# New to Goat forum, but not to milk soap making!



## mullerslanefarm (Sep 12, 2009)

Hi all,
I'm introducing myself here instead of the main forum because I am a milk soap maker (since 1999). I do not soap with goat's milk now (although I did until late 2002) because my husband told me, "No self respecting cowboy would milk a goat." We have had Jersey cows until just a month ago.

I am on this forum just to give support to milk soapers. I see on many soap forums where folks will recommend adding a bit of milk after trace or other techniques. I'm here to tell you that you need to use 100% milk to your soaps and you don't need to end up with dark colored soaps because of it.

I've used only 100% milk in my soaps (either goats milk before we got our Jersey, and raw Jersey milk since then) for many, many, many years.

I also use a DWCP method where you calculate your milk amount based on your lye amount. I use a 32% lye saturation and it is very easy to get even the most difficult FO/EO to behave. When I make my 100% OO soaps, I use a 38% lye saturation.

I've had folks tell me that you can't use this much of a lye saturation with milk soaps and that you can't gel milk soaps without getting a dark soap. I'm here to tell you that you can!!!

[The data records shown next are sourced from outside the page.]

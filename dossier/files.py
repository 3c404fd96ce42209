"""Files as dossier keeps them: written whole or not at all (the one way it replaces a file it keeps: ledger,
caches), and known by their size and hash."""

from __future__ import annotations

import hashlib
import os
import tempfile
from dataclasses import dataclass
from pathlib import Path


def write_whole(path: Path, content: str | bytes) -> Path:
    """Write content to path so that a crash leaves the old file or the new one, never a part of either.

    The content goes to a temporary file beside the target, is flushed to disk, and then takes the target's
    place in one rename; a failed write removes the temporary file. Text is written as UTF-8 with the line
    endings it has.
    """
    path = Path(path)
    data = content.encode("utf-8") if isinstance(content, str) else content
    handle, temporary = tempfile.mkstemp(dir=path.parent, prefix=f".{path.name}-", suffix=".tmp")
    try:
        with os.fdopen(handle, "wb") as stream:
            stream.write(data)
            stream.flush()
            os.fsync(stream.fileno())  # on disk before it takes the old file's place
        os.replace(temporary, path)
    except BaseException:
        Path(temporary).unlink(missing_ok=True)
        raise
    return path


@dataclass(frozen=True)
class FileFacts:
    """A file's size and sha256 (hex): what a tree's list of files keeps, so nobody reads the file again to know it."""

    size: int
    sha256: str

    @classmethod
    def of(cls, content: bytes) -> "FileFacts":
        return cls(len(content), hashlib.sha256(content).hexdigest())


class FolderMaker:
    """Makes the folder a file goes in, asking the file system once per folder: placing thousands of files
    would otherwise ask it once per file."""

    def __init__(self):
        self.made: set[Path] = set()

    def parent_of(self, path: Path) -> Path:
        parent = path.parent
        if parent not in self.made:
            parent.mkdir(parents=True, exist_ok=True)
            self.made.add(parent)
        return path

Here is a picture of my last Lavender EO soap. It is made with 100% milk in the 32% lye saturated solution and was gelled using 2 very heavy wool blankets on top of a running clothes dryer. The bright white in it is TD










I am more than happy to answer any questions. I can't say I'll know the answeres to all of them, but I will answer what I know. I've only been doing this for 10 years and feel I still have plenty to learn!

Happy Soaping!


----------



## NubianSoaps.com (Oct 26, 2007)

Welcome Cyndi! Glad you found us and we welcome the input...although of course I do everything exactly the opposite  Vicki


----------



## mullerslanefarm (Sep 12, 2009)

Oh Vicki!

We do have history together, eh? Are you still a member of Tallow_Soapers?

I'll be good and only give my input from just what I've experienced myself with soaping.

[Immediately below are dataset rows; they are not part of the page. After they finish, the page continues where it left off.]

"""Problems found in input: structured data, put into words by dossier.wording."""

from __future__ import annotations

from dataclasses import dataclass


@dataclass(frozen=True, order=True)
class Location:
    """A place in a file, 1-based line and column as editors show them."""

    file: str
    line: int = 0
    column: int = 0

    def __str__(self) -> str:
        if not self.line:
            return self.file
        return f"{self.file}:{self.line}:{self.column}"


@dataclass(frozen=True)
class Problem:
    """One thing wrong with one input: a stable code, where, and what was expected and found."""

    code: str
    location: Location
    key: str = ""
    expected: str = ""
    found: str = ""
    hint: str = ""


class InputError(Exception):
    """Every problem found in one pass over one or more input files."""

    def __init__(self, problems: list[Problem]):
        super().__init__(f"{len(problems)} problem(s)")
        self.problems = sorted(problems, key=lambda p: p.location)
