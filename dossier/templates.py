"""Where dossier's templates live: the top-level templates/ folder, installed as package data."""

from __future__ import annotations

from importlib.resources import files
from pathlib import Path


def templates_dir() -> Path:
    return Path(str(files("dossier_templates")))


def template_text(name: str) -> str:
    return (templates_dir() / name).read_text(encoding="utf-8")
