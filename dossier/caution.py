"""The safety caution, worded once and shown wherever mains work is concerned."""

from dossier.units import fmt

MAINS_CAUTION = (
    "Mains voltages can kill. These findings support a review; they do not replace local codes and "
    "regulations, the standards themselves, or inspection by a licensed, qualified person."
)

POWER_UP_CAUTION = (
    "Mains voltages can kill, and charged capacitors stay dangerous after the plug is pulled. "
    "Follow local codes and licensed practice, and do not work alone."
)


def beyond_mains_caution(rails: list[str]) -> str:
    """The caution's words for hazardous voltages beyond the mains, each rail as 'B+ (up to 400 V DC)'; '' for none."""
    if not rails:
        return ""
    return (
        "This unit also makes hazardous voltages beyond the mains: " + "; ".join(rails) + ". They can stay charged "
        "after switch-off and after the plug is pulled: wait the discharge time, then measure each before touching."
    )


def rail_label(hazard) -> str:
    """'B+ (up to 400 V DC)': a hazardous rail (dossier.calcs.rails.hazards.RailHazard) as the cautions name it."""
    return f"{hazard.name} (up to {fmt(hazard.worst)} {hazard.kind.upper()})"
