"""Loading a record file: YAML with positions, then validation, every problem in one pass."""

from __future__ import annotations

from dataclasses import dataclass
from pathlib import Path

from dossier.problems import Location
from dossier.reading.model_file import load_model_file
from dossier.reading.yaml_source import SourceMap
from dossier.record.model import Record

RECORD_EXAMPLE = "id: ..., title: ..."


@dataclass(frozen=True)
class LoadedRecord:
    record: Record
    sources: SourceMap
    path: Path

    def locate(self, key_path) -> Location:
        return self.sources.locate(tuple(key_path))


def load_record(path: Path, shown_as: str | None = None) -> LoadedRecord:
    loaded = load_model_file(path, Record, RECORD_EXAMPLE, shown_as)
    return LoadedRecord(loaded.model, loaded.sources, path)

No goat info, no cow opinions... especially since we are without a milking animal for the first time in 7 years..... la sigh.. Thank goodness we have friends that have both Nubians and Jerseys ... the best of both worlds!


----------



## Kalne (Oct 25, 2007)

Welcome, Cyndi! I've been to your website before. 

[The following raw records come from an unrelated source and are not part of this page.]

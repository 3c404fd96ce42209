"""The archive's own settings (archive.yaml at the archive's root): who publishes it and what it is."""

from __future__ import annotations

from pathlib import Path

from pydantic import BaseModel, ConfigDict, Field

from dossier.reading.model_file import load_model_file

SETTINGS_FILE = "archive.yaml"
SETTINGS_EXAMPLE = "club: ..., title: ..."


class ArchiveSettings(BaseModel):
    model_config = ConfigDict(extra="forbid", frozen=True)

    club: str = Field("", max_length=200, description="Who keeps the archive, shown on every page.")
    title: str = Field("Build archive", min_length=1, max_length=200, description="The site's name.")
    description: str = Field("", max_length=2000, description="One paragraph of Markdown for the archive's front page.")


def load_settings(archive: Path) -> ArchiveSettings:
    """The settings of an archive; an archive without archive.yaml, or with an empty one, gets the defaults."""
    path = archive / SETTINGS_FILE
    if not path.is_file():
        return ArchiveSettings()
    return load_model_file(path, ArchiveSettings, SETTINGS_EXAMPLE, when_empty=ArchiveSettings()).model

Your soap sure it pretty, and white! While I don't make 100% gm right now, I do discount. Rarely less than 33% on up to 40%, and 50% for laundry soap. Would love to hear your ideas on getting difficult FOs to behave. For me.....if they don't test as being fairly easy (I'll tolerate a very slight acceleration), they don't get added to my line. LOL


----------



## Caprine Beings (Sep 19, 2008)

HI CYNDI! WELCOME TO THE FORUM!
Always nice to have another soaper to chat with

Most of my soap I use 100% GM. Lilac is a new recipe I am playing with, love the results so far, and it is 50% aloe juice/50% GM. It has produced a lovely scent, NICE hard bar, and the colorant makes it a lovely pastel lavender. My lye percentage is much lower(usually 9 to 9.25 oz per 128 oz batch), but I use different oils one being my homeprocessed safflower oil. I am one of the "mad scientist" experimenters on here and have lots of fun learning what can and cannot be used in soap :biggrin. I have heard of just OO recipes but have not played with it YET :lol. Tammy


----------



## [email protected] (Sep 18, 2008)

Hi Cyndi. Welcome to DGI.

I know you from MrsS. (we miss ya) and love your site for soap info. 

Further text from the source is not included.